MedSafetyWeek 2025: Preventing medicine side effects

This week, the ninth annual #MedSafetyWeek will take place, with regulators from 94 countries and 107 organisations participating worldwide to prevent harmful medicine side effects.

#MedSafetyWeek is part of international efforts to raise awareness about the importance of reporting suspected medicine side effects to national medicines regulatory authorities, such as the Medicines and Healthcare Products Regulatory Agency (MHRA).

This year’s campaign, which runs from 4 to 10 November, focuses on correctly using medicines to prevent side effects.
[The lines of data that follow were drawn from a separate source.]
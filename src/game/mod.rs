//! The game loop: a method asks, an adversary answers, observers watch.
//!
//! This is the only place that counts queries. A game is single-threaded and
//! deterministic given the method's seed. How it ended is data ([`Ending`]); an
//! [`Error`] means the game could not be played or recorded (an observer failed).

mod observers;

pub use observers::UndecidedTrace;

use crate::adversary::{Adversary, Conclusion};
use crate::error::Error;
use crate::interrupt;
use crate::method::Method;
use crate::oracle::{Answer, Output, Step};
use crate::transcript::{Ending, FinalRecord, Header};

/// Settings of one game.
#[derive(Clone, Debug, PartialEq)]
pub struct GameSettings {
    /// Most queries the method may ask; asking for one more ends the game as
    /// [`Ending::BudgetExhausted`] (queries used is then censored: more than the
    /// budget). Default: 1 000 000.
    pub budget: u64,
}

impl Default for GameSettings {
    fn default() -> Self {
        GameSettings { budget: 1_000_000 }
    }
}

/// Watches a game. Every hook may fail (for example a transcript write), which aborts
/// the game with that error.
pub trait Observer {
    /// Called once before the first query.
    fn on_start(&mut self, header: &Header) -> Result<(), Error> {
        let _ = header;
        Ok(())
    }
    /// Called after each answer; `index` counts queries from 1.
    fn on_query(
        &mut self,
        index: u64,
        query: &[f64],
        answer: &Answer,
        adversary: &dyn Adversary,
    ) -> Result<(), Error> {
        let _ = (index, query, answer, adversary);
        Ok(())
    }
    /// Called once at the end.
    fn on_finish(&mut self, record: &FinalRecord) -> Result<(), Error> {
        let _ = record;
        Ok(())
    }
}

/// Plays `method` against `adversary` on `class`.
///
/// Queries are checked before the adversary sees them (right length, finite); a bad
/// query ends the game as [`Ending::MethodFailed`] without being answered.
pub fn play(
    header: &Header,
    method: &mut dyn Method,
    adversary: &mut dyn Adversary,
    settings: &GameSettings,
    observers: &mut [&mut dyn Observer],
) -> Result<FinalRecord, Error> {
    if let Some(capacity) = adversary.capacity() {
        if settings.budget > capacity {
            return Err(Error::InvalidSetting {
                name: "budget",
                reason: format!(
                    "the adversary {} is built for at most {capacity} queries (its horizon), \
                     but the budget is {}",
                    adversary.name(),
                    settings.budget
                ),
            });
        }
    }
    for observer in observers.iter_mut() {
        observer.on_start(header)?;
    }
    let dim = header.class.query_dim();
    let mut query = vec![0.0; dim];
    let mut used: u64 = 0;
    let interrupted = || Ending::Interrupted {
        signal: interrupt::signal_name().unwrap_or("a signal").to_string(),
    };
    let ending = loop {
        if interrupt::requested() {
            break interrupted();
        }
        match method.next(&mut query) {
            Err(_) if interrupt::requested() => break interrupted(),
            Err(error) => {
                break Ending::MethodFailed {
                    reason: error.chain(),
                }
            }
            Ok(Step::Output(output)) => {
                if let Err(reason) = check_output(&output, dim) {
                    break Ending::MethodFailed { reason };
                }
                break Ending::Output { output };
            }
            Ok(Step::Query) => {
                if used == settings.budget {
                    break Ending::BudgetExhausted;
                }
                if let Some(i) = query.iter().position(|x| !x.is_finite()) {
                    break Ending::MethodFailed {
                        reason: format!(
                            "query {} has a non-finite coordinate {} at index {i}",
                            used + 1,
                            query[i]
                        ),
                    };
                }
                let answer = adversary.answer(&query);
                if !answer.is_finite() {
                    // Only a query of enormous norm overflows an `f64` evaluation.
                    break Ending::MethodFailed {
                        reason: format!(
                            "query {} is so large that the answer overflows f64",
                            used + 1
                        ),
                    };
                }
                used += 1;
                for observer in observers.iter_mut() {
                    observer.on_query(used, &query, &answer, &*adversary)?;
                }
                if let Err(error) = method.observe(&query, &answer) {
                    if interrupt::requested() {
                        break interrupted();
                    }
                    break Ending::MethodFailed {
                        reason: error.chain(),
                    };
                }
            }
        }
    };
    method.end(&ending);
    let output = match &ending {
        Ending::Output {
            output: Output::Point { point },
        } => Some(point.as_slice()),
        _ => None,
    };
    let (certificate, demonstration) = match adversary.conclude(output)? {
        Conclusion::Certificate(witnesses) => (witnesses, None),
        Conclusion::Demonstration(demonstration) => (None, Some(demonstration)),
    };
    let record = FinalRecord {
        queries_used: used,
        ending,
        certificate,
        demonstration,
    };
    for observer in observers.iter_mut() {
        observer.on_finish(&record)?;
    }
    Ok(record)
}

fn check_output(output: &Output, dim: usize) -> Result<(), String> {
    match output {
        Output::Empty => Ok(()),
        Output::Point { point } => {
            if point.len() != dim {
                Err(format!(
                    "output point has {} coordinates, expected {dim}",
                    point.len()
                ))
            } else if point.iter().any(|x| !x.is_finite()) {
                Err("output point has a non-finite coordinate".into())
            } else {
                Ok(())
            }
        }
    }
}
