fn describe_exit(status: Option<std::process::ExitStatus>) -> String {
    match status {
        None => "killed by naysayer".into(),
        Some(s) => {
            if let Some(code) = s.code() {
                return format!("exited with status {code}");
            }
            #[cfg(unix)]
            {
                use std::os::unix::process::ExitStatusExt;
                if let Some(signal) = s.signal() {
                    return format!("killed by signal {signal}");
                }
            }
            format!("ended: {s}")
        }
    }
}
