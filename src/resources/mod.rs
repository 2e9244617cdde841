//! What a run needs before it starts: memory, refused beyond a cap, and time, said when a
//! run will obviously take hours ([`time`]).
//!
//! **Memory.** A game needs what its built-in method holds, what its adversary holds
//! (each states it in its registry entry, `MethodInfo::memory` and
//! `AdversaryInfo::memory`, priced by [`crate::memory`]) and what every game holds
//! ([`crate::memory::GAME_BASE`] plus the answers in flight), counted over the queries
//! the game is sure to ask ([`sure_queries`]). An external program's own memory is its
//! own business and is not counted. A game whose need exceeds the cap
//! ([`crate::memory::Cap`]: the machine's available memory, or `--max-memory`) is refused
//! before anything is played or written, with a message naming the part that needs it,
//! the parameters that drive it, the estimate and the cap (exit code 2). A sweep checks
//! every game of its grid (each class with each method) before its first game, and the
//! games it plays at once (`--jobs`) together.

pub mod time;

use std::path::Path;

use crate::class::Class;
use crate::error::Error;
use crate::memory::{self, format_size, Cap};
use crate::scenario::Scenario;

/// One part of a game's memory need.
#[derive(Clone, Debug, PartialEq)]
pub struct Part {
    /// What holds it: `method "ellipsoid"`, `adversary "halving"`, `the game itself`.
    pub what: String,
    /// The estimate in bytes.
    pub bytes: u64,
    /// What dominates it, in a few words.
    pub note: &'static str,
}

/// A game's memory need, by part.
#[derive(Clone, Debug, PartialEq)]
pub struct Need {
    /// The parts, largest first.
    pub parts: Vec<Part>,
}

impl Need {
    /// The whole need in bytes (saturating).
    pub fn total(&self) -> u64 {
        self.parts
            .iter()
            .fold(0u64, |sum, p| sum.saturating_add(p.bytes))
    }
}

/// The queries a game is sure to ask, at most `budget`, with the reason in words: what
/// the adversary forces (box halving: d k + 1 on every method, docs/theory.md §1.1; slab
/// funnel: d ceil(log_7(L R / (2 eps))) on deterministic methods, §2.4; lattice halving:
/// floor(log2 |S|) + 1, corner: 2^n and mixed corner: 2^n (d k + 1) on every method,
/// §4), what the method plans itself (the subgradient methods: ceil((L R sqrt(d) /
/// eps)^2)), or a large-scale game's horizon; at least 1.
///
/// Memory is counted over these queries, not over the whole budget: a method that stops
/// early (as most do, far below the default budget of 10^6) never builds what the
/// budget would allow, and a correct one cannot stop before them.
pub fn sure_queries(
    class: &Class,
    method: Option<&str>,
    adversary: &str,
    budget: u64,
) -> (u64, String) {
    let deterministic =
        method.is_some_and(|m| crate::method::info(m).is_some_and(|i| i.deterministic));
    let forced = match (class, adversary) {
        (Class::Feasibility(c), "halving") => Some((
            crate::bounds::halving_lower_bound(c),
            "that every method needs (docs/theory.md §1.1)",
        )),
        (Class::FirstOrder(c), "slab-funnel") if deterministic => Some((
            crate::bounds::slab_funnel_lower_bound(c),
            "that every deterministic method needs (docs/theory.md §2.4)",
        )),
        (Class::Lattice(c), "lattice-half") => crate::bounds::lattice_half_lower_bound(c)
            .map(|q| (q, "that every method needs (docs/theory.md §4)")),
        (Class::Lattice(c), "corner" | "mixed-corner") => crate::bounds::corner_count(c)
            .map(|q| (q, "that the corner construction forces (docs/theory.md §4)")),
        (Class::LargeScale(c), _) => Some((c.horizon, "of the horizon")),
        _ => None,
    };
    let (mut count, mut why) = forced.map_or((1, "it asks at least".to_string()), |(q, why)| {
        (q, why.to_string())
    });
    if let (Class::FirstOrder(c), Some(name @ ("subgradient" | "subgradient-decaying"))) =
        (class, method)
    {
        let rule = crate::method::subgradient::StepRule::Fixed;
        let plan = crate::method::subgradient::Subgradient::new(c, rule).planned();
        if plan > count {
            count = plan;
            why = format!("that {name} plans, ceil((L R sqrt(d) / eps)^2)");
        }
    }
    if count > budget {
        count = budget;
        why = "of the budget".into();
    }
    (count.max(1), why)
}

/// The name of the part every game needs ([`memory::GAME_BASE`]).
const GAME_ITSELF: &str = "the game itself";

/// The memory one game needs: the built-in `method` (`None` for an external program,
/// whose memory is not counted), the `adversary` (unknown names count nothing: building
/// the game refuses them), and the game itself, on `class`, counted over the queries the
/// game is sure to ask with `budget` ([`sure_queries`]).
pub fn game_need(class: &Class, method: Option<&str>, adversary: &str, budget: u64) -> Need {
    let (queries, _) = sure_queries(class, method, adversary, budget);
    let mut parts = Vec::new();
    // A method or adversary that does not play the class counts nothing here: building
    // the game refuses it with its own message.
    let plays = |m: &&crate::method::MethodInfo| crate::method::supports(m.name, class).is_ok();
    if let Some(info) = method.and_then(crate::method::info).filter(plays) {
        parts.push(Part {
            what: format!("method {:?}", info.name),
            bytes: (info.memory)(class, queries),
            note: info.memory_note,
        });
    }
    let fits = |a: &&crate::adversary::AdversaryInfo| {
        a.family == class.family_name() && a.restriction.is_none_or(|check| check(class).is_ok())
    };
    if let Some(info) = crate::adversary::info(adversary).filter(fits) {
        parts.push(Part {
            what: format!("adversary {:?}", info.name),
            bytes: (info.memory)(class, queries),
            note: info.memory_note,
        });
    }
    parts.push(Part {
        what: GAME_ITSELF.into(),
        bytes: memory::bytes(memory::GAME_BASE + 64.0 * class.query_dim() as f64),
        note: "the program, its buffers and the verifier's answers held in memory",
    });
    parts.sort_by_key(|p| std::cmp::Reverse(p.bytes));
    Need { parts }
}

/// Which words of advice a refusal ends with.
#[derive(Clone, Copy, Debug, PartialEq, Eq)]
pub enum Advice {
    /// The command line's flags (`play`, `hunt`, `replay`).
    Flags,
    /// A scenario file's keys (`sweep`, `demo`).
    Scenario,
}

/// The parameters that size a class, for messages: `d = 1000000`,
/// `n = 2, d = 1000000` (lattice), `d = 1000000, horizon T = 100000` (large-scale).
pub fn size_words(class: &Class) -> String {
    match class {
        Class::Feasibility(c) => format!("d = {}", c.dim),
        Class::FirstOrder(c) => format!("d = {}", c.dim),
        Class::Lattice(c) => format!("n = {}, d = {}", c.int_dim(), c.cont_dim),
        Class::LargeScale(c) => format!("d = {}, horizon T = {}", c.function.dim(), c.horizon),
    }
}

/// A game's parameters in full, for naming one game of a sweep.
pub fn game_words(class: &Class, method: &str, budget: u64) -> String {
    let accuracy = match class {
        Class::Feasibility(c) => format!(", rho = {}", c.rho),
        Class::FirstOrder(c) => format!(", eps = {}", c.eps),
        Class::Lattice(c) if c.cont_dim > 0 => format!(", rho = {}", c.rho),
        _ => String::new(),
    };
    format!(
        "method {method:?} at {}{accuracy}, budget {budget}",
        size_words(class)
    )
}

/// Whether `budget` drives the need: the need at budget 1 is less than 90% of it.
fn budget_drives(
    class: &Class,
    method: Option<&str>,
    adversary: &str,
    budget: u64,
    need: u64,
) -> bool {
    let small = game_need(class, method, adversary, 1).total();
    budget > 1 && (small as f64) < 0.9 * need as f64
}

/// The flags (or scenario keys) that lower the need.
fn advice(class: &Class, budget: bool, advice: Advice) -> String {
    let sizes: &[&str] = match (class, advice) {
        (Class::Lattice(_), Advice::Flags) => &["--int-dim", "--cont-dim"],
        (Class::LargeScale(_), Advice::Flags) => &["--dim", "--horizon"],
        (_, Advice::Flags) => &["--dim"],
        (Class::Lattice(_), Advice::Scenario) => &["dims", "cont_dim"],
        (Class::LargeScale(_), Advice::Scenario) => &["dim", "horizon"],
        (_, Advice::Scenario) => &["dims"],
    };
    let mut lower: Vec<&str> = sizes.to_vec();
    if budget && !matches!(class, Class::LargeScale(_)) {
        lower.push(if advice == Advice::Flags {
            "--budget"
        } else {
            "budget"
        });
    }
    let last = lower.pop().unwrap_or("the sizes");
    let list = if lower.is_empty() {
        last.to_string()
    } else {
        format!("{} or {last}", lower.join(", "))
    };
    match advice {
        Advice::Flags => format!("lower {list}, or raise --max-memory"),
        Advice::Scenario => format!("lower the scenario's {list}, or raise --max-memory"),
    }
}

/// The refusal of a need over the cap, without a prefix: "method \"ellipsoid\" needs
/// about 8.0 TB at d = 1000000 (a d x d matrix), more than the 21.3 GB available; lower
/// --dim, or raise --max-memory"; `None` when the need fits.
pub fn refusal(
    class: &Class,
    method: Option<&str>,
    adversary: &str,
    budget: u64,
    cap: &Cap,
    advice_for: Advice,
) -> Option<String> {
    let need = game_need(class, method, adversary, budget);
    let total = need.total();
    if total <= cap.bytes {
        return None;
    }
    let drives = budget_drives(class, method, adversary, budget, total);
    let mut at = size_words(class);
    if drives {
        let (queries, why) = sure_queries(class, method, adversary, budget);
        at.push_str(&format!(" over the {queries} queries {why}"));
    }
    let big: Vec<&Part> = need
        .parts
        .iter()
        .filter(|p| p.bytes as f64 >= 0.1 * total as f64)
        .collect();
    let who = match big.as_slice() {
        [one] => format!(
            "{} needs about {} ({}) at {at}",
            one.what,
            format_size(total),
            one.note
        ),
        many => {
            let each: Vec<String> = many
                .iter()
                .map(|p| format!("{} (about {}: {})", p.what, format_size(p.bytes), p.note))
                .collect();
            format!(
                "{} need about {} together at {at}",
                each.join(" and "),
                format_size(total)
            )
        }
    };
    let advice = if big.first().is_some_and(|p| p.what == GAME_ITSELF) {
        "raise --max-memory (every game needs about this much)".to_string()
    } else {
        advice(class, drives, advice_for)
    };
    Some(format!("{who}, more than {}; {advice}", cap.describe()))
}

/// Refuses (exit code 2) a game of `command` whose need exceeds `cap`.
pub fn check_game(
    command: &str,
    class: &Class,
    method: Option<&str>,
    adversary: &str,
    budget: u64,
    cap: &Cap,
) -> Result<(), Error> {
    match refusal(class, method, adversary, budget, cap, Advice::Flags) {
        None => Ok(()),
        Some(reason) => Err(Error::Memory {
            context: command.to_string(),
            reason,
        }),
    }
}
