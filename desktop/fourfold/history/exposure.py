"""Reach and per-unit windows: what a file of rows per unit and day says about a test's traffic.

With a unit column and a time column, rows are visits (or days) of units, and a unit's
**first day** is the day of its earliest row; day 1 is the first day in the file and the history
is D days long.

* The **reach curve** counts distinct units by first day: after d days, the units first seen
  on days 1…d (:class:`ReachCurve`; exact, or a HyperLogLog estimate past the memory budget).
* **Windowed moments**: for d = 7, 14, 21, 28 (those up to D) and d = D, each unit's metric is
  accumulated over the first d days of its exposure — its rows on its first day and the
  d − 1 days after — and the mean, sd and ρ are taken over units: a mean or count column is
  summed over those rows (revenue per user over 14 days), a 0/1 column becomes 1 when any of
  them is 1 (converted within 14 days), a ratio sums numerator and denominator over the rows
  that have both. Only units whose whole window lies inside the history count (first day
  ≤ D − d + 1), so no window is cut short; a unit with no value in its window is missing. The
  pre-period column is a unit attribute: its mean over the unit's rows that have one. A cap
  applies to the per-unit window values, at their exact percentile.

Memory: per unit, :class:`~fourfold.history.ids.UnitTable` holds 20 to 28 bytes (hash, first
day, slots), and :class:`Exposure` keeps, for each of five bands of days since the first
(days 1–7, 8–14, 15–21, 22–28, 29 on; every window is a prefix of them), the unit's rows and
two numbers per metric (three for a ratio, two more for a pre-period column): 40 bytes, plus
80 per mean, count or proportion metric, 120 per ratio and 80 per pre-period column. One mean
with its pre-period column takes 224 bytes a unit; the six metrics of the sample history 744.
Past the memory budget (:data:`fourfold.history.traffic.DEFAULT_UNIT_MEMORY`) the windows come
from a hashed sample of units (one in 2ᵏ, chosen by id, so never a unit's partial history)
and the report says so.
"""

from __future__ import annotations

import math
from dataclasses import dataclass, field, replace

import numpy as np

from fourfold.history.errors import HistoryError
from fourfold.history.moments import CoMoments, Moments
from fourfold.history.summary import ColumnMap, MetricSummary, Tally, finish
from fourfold.history.tail import TailEstimate
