def _combo(items, current: str | None = None, editable: bool = False) -> QComboBox:
    box = QComboBox()
    box.addItems(list(items))
    box.setEditable(editable)
    if current is not None:
        box.setCurrentText(current)
    return box


def _display_name(name: str) -> str:
    return name.replace(":", " / ")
This means taking the right medicines at the right time, in the right way and at the right dose, and carefully following instructions for the use of medical devices.

Following these steps can drastically reduce the risk of side effects and safety issues.

Yellow Card scheme for reporting medicine side effects

When medicine side effects do arise, this MedSafetyWeek they should be reported directly to the MHRA’s Yellow Card scheme and local reporting systems as soon as possible.

Anyone can make a report: patients, parents, carers and healthcare professionals.

In the UK, the MHRA’s Yellow Card scheme is a critical source of information for us as the regulator to monitor the safety of healthcare products once they are on the market.

Importantly, Yellow Card reports can help to identify previously unknown side effects – or adverse drug reactions (ADRs) – and provide new safety knowledge to ensure risk is minimised.

Reporting to the scheme allows the MHRA to identify new adverse effects and gain more information about known adverse effects. This helps to improve the safety of medicines and healthcare products for all patients.

Safety concerns about medical devices, blood factors, immunoglobulin products, e-cigarettes, and defective, low-quality, or fake healthcare products should also be reported on the Yellow Card website.

Protecting patients from avoidable harm

This year’s MedSafetyWeek theme of ‘preventing side effects’ aligns with the third World Health Organization (WHO) Global Patient Safety Challenge: Medication Without Harm.

Preventable medicine side effects contribute significantly to an increasing burden on patients and healthcare services, with studies consistently showing that between one-third and a half may be potentially preventable.

Anticipating and managing side effects is key to reducing this burden and protecting patients from avoidable harm.

Yellow Card Biobank pilots new trial

The Yellow Card Biobank is an MHRA and Genomics England pilot project to increase understanding of how a patient’s genetic makeup may increase their risk of side effects from prescribed medications.

The MHRA is currently looking for patients who have experienced severe skin reactions when taking allopurinol or severe bleeding when taking direct oral anticoagulants to join the study before mid-January 2025.

If you or your patient have experienced a side effect from either of these drugs, please complete a Yellow Card report.